The RCMP operation cost taxpayers more than $5 million, with little more than half of that going towards overtime pay, and the rest towards equipment like helicopters, nine Armed Personnel Carriers borrowed from the armed forces, explosives and ammunition.
The standoff ended on Sept. 17, after the remaining 12 Sundancers left the area under the guidance of medicine man John Stevens.
Many of these details have gone unrecognized by the public due to the media black-out surrounding the events.
A MEDIA BLACKOUT
Outside of academic papers like Ben David Mahony’s 2001 thesis for the Department of Native Studies at the University of Lethbridge, in Alberta, the details of Gustafsen Lake have been seldom documented or recounted.
Little is therefore known of how far the RCMP went in order to manipulate the media–namely the CBC – into only reporting their interpretation of the events.

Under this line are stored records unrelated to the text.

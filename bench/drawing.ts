/**
 * Time to interactive of the analysis view's chip drawing for a 10,000-segment
 * chip in headless Chromium: bundle AnalysisWorkbench with esbuild, compile the
 * app's Tailwind CSS, load the page with a solved grid network, and time from
 * navigation to the first click on a channel answering with a highlight.
 * Printed, never asserted. Export: run().
 */
import { mkdtempSync, readFileSync, rmSync, writeFileSync } from "node:fs";
import { loadavg, tmpdir } from "node:os";
import path from "node:path";
import { fileURLToPath } from "node:url";
import type { ChannelNetwork, NetworkNode, NetworkSegment } from "../lib/network/types";
import { solveHydraulics } from "../lib/hydraulics/solve-hydraulics";
import { toAnalyzeJson, type AnalyzeJson } from "../lib/analysis/serialize";

const ROOT = path.resolve(path.dirname(fileURLToPath(import.meta.url)), "..");

export const CHROMIUM_ARGS = [
  "--headless",
  "--no-sandbox",
  "--disable-gpu",
  "--disable-background-networking",
  "--disable-component-update",
  "--disable-sync",
  "--no-first-run",
  "--disable-quic",
];

/**
 * A cols×rows ladder grid of 50 µm × 20 µm rectangular channels at 200 µm
 * pitch: (cols−1)·rows + cols·(rows−1) segments, inlet at one corner, outlet at
 * the opposite. Invented geometry for timing only.
 */
export function gridNetwork(cols: number, rows: number): ChannelNetwork {
  const pitchM = 200e-6;
  const nodes: NetworkNode[] = [];
  const segments: NetworkSegment[] = [];
  const id = (c: number, r: number) => `n${r * cols + c}`;
  for (let r = 0; r < rows; r++)
    for (let c = 0; c < cols; c++) {
      const port = c === 0 && r === 0 ? "IN" : c === cols - 1 && r === rows - 1 ? "OUT" : null;
      nodes.push({ id: id(c, r), xM: c * pitchM, yM: r * pitchM, kind: port ? "port" : "junction", port });
    }
  const add = (a: [number, number], b: [number, number]) => {
    const n = segments.length;
    segments.push({
      id: `s${n + 1}`,
      layer: "FLOW",
      from: id(a[0], a[1]),
      to: id(b[0], b[1]),
      lengthM: pitchM,
      widthM: 50e-6,
      endWidthM: 50e-6,
      depthM: 20e-6,
      section: "rectangular",
      minBendRadiusM: null,
      path: [
        [a[0] * pitchM, a[1] * pitchM],
        [b[0] * pitchM, b[1] * pitchM],
      ],
    });
  };
  for (let r = 0; r < rows; r++) for (let c = 0; c < cols - 1; c++) add([c, r], [c + 1, r]);
  for (let r = 0; r < rows - 1; r++) for (let c = 0; c < cols; c++) add([c, r], [c, r + 1]);
  const max = [(cols - 1) * pitchM, (rows - 1) * pitchM];
  return {
    units: { drawing: "um", source: "conditions", metresPerUnit: 1e-6 },
    nodes,
    segments,
    ports: [
      { name: "IN", node: id(0, 0), xM: 0, yM: 0, radiusM: 150e-6 },
      { name: "OUT", node: id(cols - 1, rows - 1), xM: max[0], yM: max[1], radiusM: 150e-6 },
    ],
    warnings: [],
    layers: [{ name: "FLOW", role: "channel", entities: segments.length, byType: { LINE: segments.length } }],
    outline: [],
    bounds: { minXM: -300e-6, minYM: -300e-6, maxXM: max[0] + 300e-6, maxYM: max[1] + 300e-6 },
    mappingProposed: false,
  };
}

/** Solve a network with water and one flow-driven inlet and serialise it like the app does. */
export function solvedDocument(network: ChannelNetwork, inlet = "IN", flow = "10 uL/min"): AnalyzeJson {
  const hydraulics = solveHydraulics(network, { ports: { [inlet]: { flow } } });
  return toAnalyzeJson(network, hydraulics, []);
}

/**
 * Bundle a page rendering AnalysisWorkbench with `window.__PROPS__` (esbuild,
 * React from the repo's node_modules) and compile the app's Tailwind CSS.
 * Returns the page's HTML (script and style inline) for page.setContent.
 */
export async function buildWorkbenchPage(part: "workbench" | "drawing" = "workbench"): Promise<string> {
  const { build } = await import("esbuild");
  const dir = mkdtempSync(path.join(tmpdir(), "stokeline-view-"));
  try {
    const entry = path.join(dir, "entry.tsx");
    const comp = (f: string) => JSON.stringify(path.join(ROOT, "components/analysis", f));
    writeFileSync(
      entry,
      part === "workbench"
        ? `import { createRoot } from "react-dom/client";
import { AnalysisWorkbench } from ${comp("index.ts")};
performance.mark("bundle-start");
const props = JSON.parse(document.getElementById("props")!.textContent!) as Parameters<typeof AnalysisWorkbench>[0];
createRoot(document.getElementById("root")!).render(<AnalysisWorkbench {...props} />);
`
        : // The drawing alone, coloured by pressure as the workbench first shows it.
          `import { createRoot } from "react-dom/client";
import { useState } from "react";
import { ChipDrawing } from ${comp("chip-drawing.tsx")};
import { createColourScale } from ${JSON.stringify(path.join(ROOT, "lib/analysis/colour-scales.ts"))};
performance.mark("bundle-start");
const props = JSON.parse(document.getElementById("props")!.textContent!);
const a = props.analysis;
const p = new Map(a.nodes.map((n: { id: string; pressure_Pa?: number }) => [n.id, n.pressure_Pa ?? 0]));
const v = new Map(a.segments.map((s: { id: string; from: string; to: string }) => [s.id, ((p.get(s.from) as number) + (p.get(s.to) as number)) / 2]));
const scale = createColourScale(v.values());
function Only() {
  const [sel, setSel] = useState<string | null>(null);
  return <ChipDrawing analysis={a} colourOf={(id) => scale.colour(v.get(id) as number)} colourKey="p" selectedId={sel} onSelect={setSel} markers={[]} describe={(id) => id} label="drawing" />;
}
createRoot(document.getElementById("root")!).render(<Only />);
`,
    );
    const out = await build({
      entryPoints: [entry],
      bundle: true,
      write: false,
      format: "iife",
      jsx: "automatic",
      minify: process.env.BENCH_NO_MINIFY !== "1",
      target: "es2022",
      nodePaths: [path.join(ROOT, "node_modules")],
      tsconfig: path.join(ROOT, "tsconfig.json"),
      define: { "process.env.NODE_ENV": '"production"' },
      logLevel: "error",
    });
    const js = out.outputFiles[0].text;
    const css = await compileCss();
    return `<!doctype html><html lang="en"><head><meta charset="utf-8"><style>${css}</style></head><body class="p-4"><div id="root"></div><script type="application/json" id="props">/*PROPS*/</script><script>${js.replace(/<\/script/g, "<\\/script")}</script></body></html>`;
  } finally {
    rmSync(dir, { recursive: true, force: true });
  }
}

async function compileCss(): Promise<string> {
  const postcss = (await import("postcss")).default;
  const tailwind = (await import("@tailwindcss/postcss")).default;
  const from = path.join(ROOT, "app/globals.css");
  const result = await postcss([tailwind({ base: ROOT })]).process(readFileSync(from, "utf8"), { from });
  return result.css;
}

/** Put the props into the page built by buildWorkbenchPage (as JSON, the way a server page embeds its payload). */
export function withProps(html: string, props: unknown): string {
  return html.replace("/*PROPS*/", () => JSON.stringify(props).replace(/</g, "\\u003c"));
}

/** Serve one HTML page on 127.0.0.1 (a free port); returns its URL and a closer. */
export async function servePage(html: string): Promise<{ url: string; close: () => Promise<void> }> {
  const { createServer } = await import("node:http");
  const server = createServer((_req, res) => {
    res.writeHead(200, { "content-type": "text/html; charset=utf-8" });
    res.end(html);
  });
  await new Promise<void>((resolve) => server.listen(0, "127.0.0.1", resolve));
  const address = server.address() as { port: number };
  return { url: `http://127.0.0.1:${address.port}/`, close: () => new Promise((resolve) => server.close(() => resolve())) };
}

export async function run(): Promise<void> {
  const cols = 72;
  const rows = 72;
  let t = performance.now();
  const network = gridNetwork(cols, rows);
  const doc = solvedDocument(network);
  console.log(`grid ${cols}×${rows}: ${doc.segments.length} segments, solved and serialised in ${(performance.now() - t).toFixed(0)} ms`);
  for (const part of ["drawing", "workbench"] as const) {
    t = performance.now();
    const html = withProps(await buildWorkbenchPage(part), { analysis: doc, labels: { chip: "Bench grid", revision: "r1" } });
    console.log(`${part}: page bundled with CSS in ${(performance.now() - t).toFixed(0)} ms (${(html.length / 1e6).toFixed(1)} MB with data)`);
    await timePage(html, part, doc.segments.length);
  }
}

async function timePage(html: string, part: string, segments: number): Promise<void> {
  const { chromium } = await import("playwright-core");
  const served = await servePage(html);
  const browser = await chromium.launch({ executablePath: "/usr/bin/chromium", args: CHROMIUM_ARGS });
  try {
    const figures: number[] = [];
    for (let i = 0; i < 3; i++) {
      const page = await browser.newPage({ viewport: { width: 1440, height: 900 } });
      const t0 = performance.now();
      await page.goto(served.url, { waitUntil: "commit" });
      const host = page.locator('[data-testid="chip-drawing"]');
      await host.waitFor();
      const mode = await host.getAttribute("data-render-mode");
      const box = (await host.boundingBox())!;
      // The first click on a channel that answers with the highlight marks "interactive".
      await page.mouse.click(box.x + box.width / 2, box.y + box.height / 2);
      await page.locator('[data-testid="selected-highlight"]').waitFor({ state: "attached", timeout: 20000 });
      const tti = performance.now() - t0;
      // Page-side figures from the navigation's own clock (a string: tsx would wrap a function with helpers the page lacks).
      const marks = (await page.evaluate(`(() => {
        const nav = performance.getEntriesByType("navigation")[0];
        return { response: nav.responseEnd, bundleStart: performance.getEntriesByName("bundle-start")[0].startTime, now: performance.now() };
      })()`)) as { response: number; bundleStart: number; now: number };
      figures.push(marks.now);
      console.log(
        `  run ${i + 1}: ${mode} mode, interactive ${marks.now.toFixed(0)} ms after navigation start ` +
          `(HTML received ${marks.response.toFixed(0)} ms, app script started ${marks.bundleStart.toFixed(0)} ms; ` +
          `harness round trip ${tti.toFixed(0)} ms)`,
      );
      await page.close();
    }
    figures.sort((a, b) => a - b);
    console.log(
      `  ${part}: median time to interactive for ${segments} segments ${figures[1].toFixed(0)} ms ` +
        `(goal: under 1000 ms on this machine; 1-minute load average ${loadavg()[0].toFixed(1)} on ${(await import("node:os")).cpus().length} cores)`,
    );
  } finally {
    await browser.close();
    await served.close();
  }
}

if (process.argv[1] && fileURLToPath(import.meta.url) === path.resolve(process.argv[1])) {
  await run();
}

This allowed outright lies to be passed off as facts, such as reports of a hostage-taking situation and the protesters alleged demands for a spiritual leader’s advice in exchange for a surrender. Both of these claims were proven to be false in the court documents that emerged during the 1996-1997 Gustafsen Lake trial, according to Mahony.
“The CBC ombudsman’s report makes it clear that the RCMP engaged in severe and unethical manipulation,” he wrote.

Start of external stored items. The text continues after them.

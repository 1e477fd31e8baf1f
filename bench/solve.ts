/**
 * Hydraulics benchmark (printed figures, never asserted):
 * 1. a 100,000-segment droplet-nozzle array: Stokeline's sparse LDLᵀ vs SciPy's spsolve on the same system;
 * 2. mathjs's sparse lusolve on the same system (why the engine has its own solver);
 * 3. the full hydraulics + rules on a 10,000-segment chip.
 */
import { execFileSync } from "node:child_process";
import { existsSync, mkdtempSync, rmSync, writeFileSync } from "node:fs";
import { tmpdir } from "node:os";
import { join } from "node:path";
import { create, all } from "mathjs";
import type { ChannelNetwork, NetworkNode, NetworkSegment } from "../lib/network/types";
import type { Conditions } from "../lib/analysis/conditions";
import { solveSpdLdl, relativeResidual, type SymmetricSystem } from "../lib/hydraulics/sparse-ldl";
import { solveHydraulics } from "../lib/hydraulics/solve-hydraulics";
import { evaluateFlags } from "../lib/rules";

/**
 * A parallel array of droplet nozzles: a supply rail and a collector rail joined by `n` nozzles, each a
 * narrow orifice then a wider channel (4 segments per nozzle pitch: 2 rail pieces, orifice, channel).
 */
export function nozzleArray(n: number): ChannelNetwork {
  const nodes: NetworkNode[] = [];
  const segments: NetworkSegment[] = [];
  const pitch = 200e-6;
  const node = (id: string, x: number, y: number, port: string | null = null) => nodes.push({ id, xM: x, yM: y, kind: port ? "port" : "junction", port });
  const seg = (id: string, from: string, to: string, lengthM: number, widthM: number, depthM: number, a: [number, number], b: [number, number]) =>
    segments.push({ id, layer: "CHANNELS", from, to, lengthM, widthM, endWidthM: widthM, depthM, section: "rectangular", minBendRadiusM: null, path: [a, b] });
  for (let k = 0; k < n; k++) {
    const x = k * pitch;
    node(`s${k}`, x, 2e-3, k === 0 ? "IN" : null);
    node(`m${k}`, x, 1e-3);
    node(`c${k}`, x, 0, k === n - 1 ? "OUT" : null);
    // Orifices vary slightly along the array, as fabricated ones do.
    seg(`o${k}`, `s${k}`, `m${k}`, 1e-3, 20e-6 * (1 + 0.1 * Math.sin(k)), 25e-6, [x, 2e-3], [x, 1e-3]);
    seg(`n${k}`, `m${k}`, `c${k}`, 1e-3, 60e-6, 25e-6, [x, 1e-3], [x, 0]);
    if (k > 0) {
      seg(`rs${k}`, `s${k - 1}`, `s${k}`, pitch, 150e-6, 25e-6, [x - pitch, 2e-3], [x, 2e-3]);
      seg(`rc${k}`, `c${k - 1}`, `c${k}`, pitch, 150e-6, 25e-6, [x - pitch, 0], [x, 0]);
    }
  }
  const ports = [
    { name: "IN", node: "s0", xM: 0, yM: 2e-3, radiusM: 50e-6 },
    { name: "OUT", node: `c${n - 1}`, xM: (n - 1) * pitch, yM: 0, radiusM: 50e-6 },
  ];
  return {
    units: { drawing: "um", source: "conditions", metresPerUnit: 1e-6 },
    nodes,
    segments,
    ports,
    warnings: [],
    layers: [],
    outline: [],
    bounds: { minXM: 0, minYM: 0, maxXM: (n - 1) * pitch, maxYM: 2e-3 },
    mappingProposed: false,
  };
}

/** The reduced Kirchhoff system of a network with its port pressures fixed, as the engine assembles it. */
function kirchhoffSystem(net: ChannelNetwork, conductance: Float64Array, fixed: Map<string, number>): { system: SymmetricSystem; rhs: Float64Array } {
  const index = new Map<string, number>();
  for (const nd of net.nodes) if (!fixed.has(nd.id)) index.set(nd.id, index.size);
  const m = index.size;
  const diag = new Float64Array(m);
  const rhs = new Float64Array(m);
  const rows: number[] = [];
  const cols: number[] = [];
  const vals: number[] = [];
  net.segments.forEach((s, k) => {
    const g = conductance[k];
    const a = index.get(s.from);
    const b = index.get(s.to);
    if (a !== undefined) diag[a] += g;
    if (b !== undefined) diag[b] += g;
    if (a !== undefined && b !== undefined) {
      rows.push(a);
      cols.push(b);
      vals.push(-g);
    } else if (a !== undefined) rhs[a] += g * fixed.get(s.to)!;
    else if (b !== undefined) rhs[b] += g * fixed.get(s.from)!;
  });
  return { system: { n: m, diag, rows: Int32Array.from(rows), cols: Int32Array.from(cols), values: Float64Array.from(vals) }, rhs };
}

function time<T>(f: () => T, repeats = 3): { ms: number; value: T } {
  let best = Infinity;
  let value!: T;
  for (let r = 0; r < repeats; r++) {
    const t0 = performance.now();
    value = f();
    best = Math.min(best, performance.now() - t0);
  }
  return { ms: best, value };
}

const SCIPY_SCRIPT = `
import sys, time, numpy as np, scipy.sparse as sp
from scipy.sparse.linalg import spsolve
d = sys.argv[1]
n = int(open(d + "/n").read())
diag = np.fromfile(d + "/diag.bin"); rows = np.fromfile(d + "/rows.bin", dtype=np.int32); cols = np.fromfile(d + "/cols.bin", dtype=np.int32)
vals = np.fromfile(d + "/vals.bin"); rhs = np.fromfile(d + "/rhs.bin")
r = np.concatenate([np.arange(n), rows, cols]); c = np.concatenate([np.arange(n), cols, rows]); v = np.concatenate([diag, vals, vals])
A = sp.csc_matrix((v, (r, c)), shape=(n, n))
best = 1e9
for _ in range(3):
    t0 = time.perf_counter(); x = spsolve(A, rhs); best = min(best, time.perf_counter() - t0)
x.tofile(d + "/x.bin")
print(best * 1000)
`;

const CONDITIONS: Conditions = { fluid: { preset: "water", temperature: "25 degC" }, ports: { IN: { pressure: "500 mbar" }, OUT: { pressure: "0 Pa" } } } as Conditions;

export async function run(): Promise<void> {
  // 1. 100,000 segments.
  const nozzles = 25_001;
  const big = nozzleArray(nozzles);
  console.log(`nozzle array: ${big.segments.length} segments, ${big.nodes.length} nodes`);
  const full = time(() => solveHydraulics(big, CONDITIONS), 2);
  console.log(`solveHydraulics (sections + assembly + solve + groups + totals): ${full.ms.toFixed(0)} ms; residual ${full.value.diagnostics.residualRel.toExponential(2)}`);
  const g = Float64Array.from(full.value.segments, (s) => 1 / s.resistancePaSPerM3);
  const { system, rhs } = kirchhoffSystem(big, g, new Map([["s0", 5e4], [`c${nozzles - 1}`, 0]]));
  const ours = time(() => solveSpdLdl(system, rhs), 3);
  console.log(`Stokeline sparse LDLᵀ on the ${system.n}-unknown system: ${ours.ms.toFixed(1)} ms (factor non-zeros ${ours.value.factorNonZeros}, residual ${relativeResidual(system, ours.value.x, rhs).toExponential(2)})`);

  if (existsSync("/usr/bin/python3")) {
    const dir = mkdtempSync(join(tmpdir(), "stokeline-bench-"));
    try {
      writeFileSync(join(dir, "n"), String(system.n));
      writeFileSync(join(dir, "diag.bin"), Buffer.from(system.diag.buffer));
      writeFileSync(join(dir, "rows.bin"), Buffer.from(system.rows.buffer));
      writeFileSync(join(dir, "cols.bin"), Buffer.from(system.cols.buffer));
      writeFileSync(join(dir, "vals.bin"), Buffer.from(system.values.buffer));
      writeFileSync(join(dir, "rhs.bin"), Buffer.from(rhs.buffer));
      writeFileSync(join(dir, "solve.py"), SCIPY_SCRIPT);
      const out = execFileSync("/usr/bin/python3", [join(dir, "solve.py"), dir], { encoding: "utf8" });
      const scipyMs = Number(out.trim().split("\n").at(-1));
      const { readFileSync } = await import("node:fs");
      const xs = new Float64Array(readFileSync(join(dir, "x.bin")).buffer.slice(0));
      let worst = 0;
      let scale = 0;
      for (let i = 0; i < xs.length; i++) {
        worst = Math.max(worst, Math.abs(xs[i] - ours.value.x[i]));
        scale = Math.max(scale, Math.abs(xs[i]));
      }
      console.log(`SciPy spsolve (SuperLU) on the same system: ${scipyMs.toFixed(1)} ms`);
      console.log(`ratio Stokeline / SciPy: ${(ours.ms / scipyMs).toFixed(2)} (target ≤ 2); largest difference ${(worst / scale).toExponential(2)} of the largest pressure`);
    } catch (e) {
      console.log(`SciPy comparison skipped: ${(e as Error).message.split("\n")[0]}`);
    } finally {
      rmSync(dir, { recursive: true, force: true });
    }
  } else {
    console.log("SciPy comparison skipped: /usr/bin/python3 not found");
  }

  // 2. mathjs sparse lusolve (LU with partial pivoting) on the same 100,000-segment system, from its CCS arrays.
  {
    const math = create(all, {});
    const colsOf: Map<number, number>[] = Array.from({ length: system.n }, () => new Map());
    for (let i = 0; i < system.n; i++) colsOf[i].set(i, system.diag[i]);
    for (let e = 0; e < system.rows.length; e++) {
      colsOf[system.cols[e]].set(system.rows[e], system.values[e]);
      colsOf[system.rows[e]].set(system.cols[e], system.values[e]);
    }
    const values: number[] = [];
    const index: number[] = [];
    const ptr: number[] = [0];
    for (const col of colsOf) {
      for (const [r, v] of [...col.entries()].sort((x, y) => x[0] - y[0])) {
        index.push(r);
        values.push(v);
      }
      ptr.push(index.length);
    }
    // mathjs builds a SparseMatrix from its CCS arrays; the constructor is not in its public typings.
    const SparseMatrixCtor = (math as unknown as { SparseMatrix: new (data: unknown) => ReturnType<typeof math.sparse> }).SparseMatrix;
    const A = new SparseMatrixCtor({ values, index, ptr, size: [system.n, system.n] });
    const bm = math.matrix(Array.from(rhs, (v) => [v]));
    const tm = time(() => math.lusolve(A, bm), 1);
    console.log(`mathjs sparse lusolve on the same system: ${tm.ms.toFixed(0)} ms (${(tm.ms / ours.ms).toFixed(0)}× the LDLᵀ)`);
  }

  // 3. Full analysis of a 10,000-segment chip: hydraulics + every rule (PDMS process, cells, pump limit).
  const chip = nozzleArray(2_501);
  const cond = { ...CONDITIONS, process: "pdms_soft_lithography", cells: true, pump: { max_pressure: "2 bar" } } as Conditions;
  const t = time(() => {
    const h = solveHydraulics(chip, cond);
    return evaluateFlags(chip, h, cond);
  }, 3);
  console.log(`hydraulics + rules, ${chip.segments.length} segments: ${t.ms.toFixed(0)} ms (${t.value.length} flags; target well under 1000 ms)`);
}
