describe("closed-form networks", () => {
  const mu = waterViscosityPaS(298.15);
  const r = (L: number) => mu * L * rectangleResistanceFactor(W, H);

  it("series: Q = Δp / (R₁ + R₂), and the middle pressure divides in proportion", () => {
    const net = buildNetwork({
      nodes: { a: [0, 0], m: [1e-2, 0], b: [3e-2, 0] },
      ports: { IN: "a", OUT: "b" },
      segments: [
        { from: "a", to: "m", lengthM: 1e-2, widthM: W, depthM: H },
        { from: "m", to: "b", lengthM: 2e-2, widthM: W, depthM: H },
      ],
    });
    const h = solveHydraulics(net, { fluid: water25, ports: { IN: { pressure: "100 mbar" }, OUT: { pressure: 0 } } } as Conditions);
    const q = 1e4 / (r(1e-2) + r(2e-2));
    expect(h.segments[0].flowM3PerS / q).toBeCloseTo(1, 12);
    expect(h.nodes[1].pressurePa / (1e4 * (2 / 3))).toBeCloseTo(1, 12);
    expect(h.ports[0].flowM3PerS / q).toBeCloseTo(1, 12); // into the chip at IN
    expect(h.ports[1].flowM3PerS / -q).toBeCloseTo(1, 12); // out of the chip at OUT
  });

  it("parallel: a flow-driven inlet splits in the ratio of conductances; the pump pressure is Q·(R₁∥R₂)", () => {
    const net = buildNetwork({
      nodes: { a: [0, 0], b: [1e-2, 0] },
      ports: { IN: "a", OUT: "b" },
      segments: [
        { from: "a", to: "b", lengthM: 1e-2, widthM: W, depthM: H },
        { from: "a", to: "b", lengthM: 3e-2, widthM: W, depthM: H },
      ],
    });
    const q = (10e-9) / 60; // 10 µL/min
    const h = solveHydraulics(net, { fluid: water25, ports: { IN: { flow: "10 uL/min" }, OUT: { pressure: "0 Pa" } } } as Conditions);
    expect(h.segments[0].flowM3PerS / (q * 0.75)).toBeCloseTo(1, 12);
    expect(h.segments[1].flowM3PerS / (q * 0.25)).toBeCloseTo(1, 12);
    const rPar = 1 / (1 / r(1e-2) + 1 / r(3e-2));
    expect(h.ports[0].pressurePa / (q * rPar)).toBeCloseTo(1, 12);
  });

  it("ladder: the input resistance follows the recurrence R_k = R_rung ∥ (2 R_rail + R_{k−1})", () => {
    const N = 40;
    const nodes: Record<string, [number, number]> = {};
    const segments = [];
    for (let k = 0; k < N; k++) {
      nodes[`t${k}`] = [k * 1e-3, 1e-3];
      nodes[`b${k}`] = [k * 1e-3, 0];
      segments.push({ from: `t${k}`, to: `b${k}`, lengthM: 1e-2, widthM: W, depthM: H });
      if (k > 0) {
        segments.push({ from: `t${k - 1}`, to: `t${k}`, lengthM: 1e-3, widthM: W, depthM: H });
        segments.push({ from: `b${k - 1}`, to: `b${k}`, lengthM: 1e-3, widthM: W, depthM: H });
      }
    }
    // Drive across the first rung: IN at t0, OUT at b0; the far end is rung N−1.
    const net = buildNetwork({ nodes, ports: { IN: "t0", OUT: "b0" }, segments });
    const h = solveHydraulics(net, { fluid: water25, ports: { IN: { pressure: "50 mbar" }, OUT: { pressure: 0 } } } as Conditions);
    const rung = r(1e-2);
    const rail = r(1e-3);
    let rk = rung;
    for (let k = 1; k < N; k++) rk = 1 / (1 / rung + 1 / (2 * rail + rk));
    expect(h.ports[0].flowM3PerS / (5e3 / rk)).toBeCloseTo(1, 10);
  });

  it("a balanced bridge carries no flow through its middle segment", () => {
    const net = buildNetwork({
      nodes: { a: [0, 0], u: [1e-2, 1e-2], d: [1e-2, -1e-2], b: [2e-2, 0] },
      ports: { IN: "a", OUT: "b" },
      segments: [
        { from: "a", to: "u", lengthM: 1e-2, widthM: W, depthM: H },
        { from: "a", to: "d", lengthM: 2e-2, widthM: W, depthM: H },
        { from: "u", to: "b", lengthM: 1e-2, widthM: W, depthM: H },
        { from: "d", to: "b", lengthM: 2e-2, widthM: W, depthM: H },
        { id: "bridge", from: "u", to: "d", lengthM: 2e-2, widthM: W, depthM: H },
      ],
    });
    const h = solveHydraulics(net, { fluid: water25, ports: { IN: { pressure: "100 mbar" }, OUT: { pressure: 0 } } } as Conditions);
    expect(Math.abs(h.segments[4].flowM3PerS)).toBeLessThan(1e-12 * Math.abs(h.segments[0].flowM3PerS));
    expect(h.segments[4].residenceS).toBe(Infinity);
  });

  // p = ρ g h with g_n = 9.80665 m/s² (REFERENCES §8) and ρ(25 °C) = 997.047 kg/m³ (REFERENCES §3).
  it("a head-driven port sits at ρ g h", () => {
    const net = buildNetwork({ nodes: { a: [0, 0], b: [1e-2, 0] }, ports: { IN: "a", OUT: "b" }, segments: [{ from: "a", to: "b", lengthM: 1e-2, widthM: W, depthM: H }] });
    const h = solveHydraulics(net, { fluid: water25, ports: { IN: { head: "4 cm" }, OUT: { pressure: 0 } } } as Conditions);
    expect(h.ports[0].drive).toBe("head");
    expect(h.ports[0].pressurePa).toBeCloseTo(997.047 * 9.80665 * 0.04, 2);
  });

  it("treats a port the conditions do not name as open to the atmosphere (0 Pa)", () => {
    const net = buildNetwork({ nodes: { a: [0, 0], b: [1e-2, 0] }, ports: { IN: "a", OUT: "b" }, segments: [{ from: "a", to: "b", lengthM: 1e-2, widthM: W, depthM: H }] });
    const h = solveHydraulics(net, { fluid: water25, ports: { IN: { flow: "1 uL/min" } } } as Conditions);
    expect(h.ports[1].drive).toBe("open");
    expect(h.ports[1].pressurePa).toBe(0);
    expect(h.ports[0].pressurePa / ((1e-9 / 60) * r(1e-2))).toBeCloseTo(1, 12);
  });
});

describe("tapered segments", () => {
  it("a taper's resistance is the integral along it and its peak wall shear is at the narrow end", () => {
    const net = buildNetwork({
      nodes: { a: [0, 0], b: [1e-2, 0] },
      ports: { IN: "a", OUT: "b" },
      segments: [{ from: "a", to: "b", lengthM: 1e-2, widthM: 200e-6, endWidthM: 100e-6, depthM: H }],
    });
    const h = solveHydraulics(net, { fluid: water25, ports: { IN: { flow: "5 uL/min" }, OUT: { pressure: 0 } } } as Conditions);
    const mu = waterViscosityPaS(298.15);
    // Simpson's rule with 2000 panels on R' = μ·r(w(s)) as an independent quadrature of the same integrand.
    const n = 2000;
    let sum = 0;
    for (let k = 0; k <= n; k++) {
      const w = 200e-6 - (100e-6 * k) / n;
      const wt = k === 0 || k === n ? 1 : k % 2 ? 4 : 2;
      sum += wt * rectangleResistanceFactor(w, H);
    }
    const simpson = (mu * sum * (1e-2 / n)) / 3;
    expect(h.segments[0].resistancePaSPerM3 / simpson).toBeCloseTo(1, 9);
    // Peak shear at the 100 µm end: series factor × μQ (REFERENCES §7 ratio 1.3557 at h/w = 0.5).
    const q = 5e-9 / 60;
    expect(h.segments[0].wallShearPa / (1.3557 * (6 * mu * q) / (100e-6 * H * H))).toBeCloseTo(1, 3);
  });
});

Indeed, in an RCMP internal training video introduced into court on Jan. 6, 1997, then Chief RCMP negotiator Sergeant Dennis Ryan and Staff Sergeant Peter Montague, the Chief RCMP Media Liaison officer, can be seen and heard discussing a “smear and disinformation campaign” during a meeting about the standoff.
“Is there anyone who can help us with our smear and disinformation campaign?” asks Sgt. Ryan, to which Staff Sgt. Montague responds: “Smear campaigns are our specialty.”
According to Settlers in Support of Indigenous Sovereignty, a grassroots group which has archived many of the documents and testimony produced in the trial, much of that video was banned to the public by Justice Bruce Josephson.
In 2000, a U.S. Federal Court judge appeared to agree with those facts. Justice Janice Stewart ruled against an extradition request by the Canadian government of James Pitawanakwat, one of the protesters who was driving the exploded truck on Sept. 11 and who has been living in exile since 1998, when he was only 27 years old.
“(Pitawanakwat) claims, and the government has not disputed, that the Lake Gustafsen standoff escalated into the largest Canadian police or military operation on land since the Korean War,” Justice Stewart wrote in her ruling. “In addition, (Pitawanakwat) has submitted uncontradicted evidence that the Canadian government engaged in a ‘smear and disinformation’ campaign to prevent the media from learning and publicizing the true extent and political nature of the events.”
For his part, Pitawanakwat, now 44, hopes an inquiry will also allow him to finally return home.
“Living in exile…had it’s beautiful qualities,” Pitawanakwat said over the phone. “I got to be married and have children and enjoy that aspect of freedom. But the hard part that was killing me was not being able to go home and visit my family, bury my dad, mourn properly with my family. This has been detrimental emotionally.”
The Prime Minister’s Press Office did not reply to our requests for comment.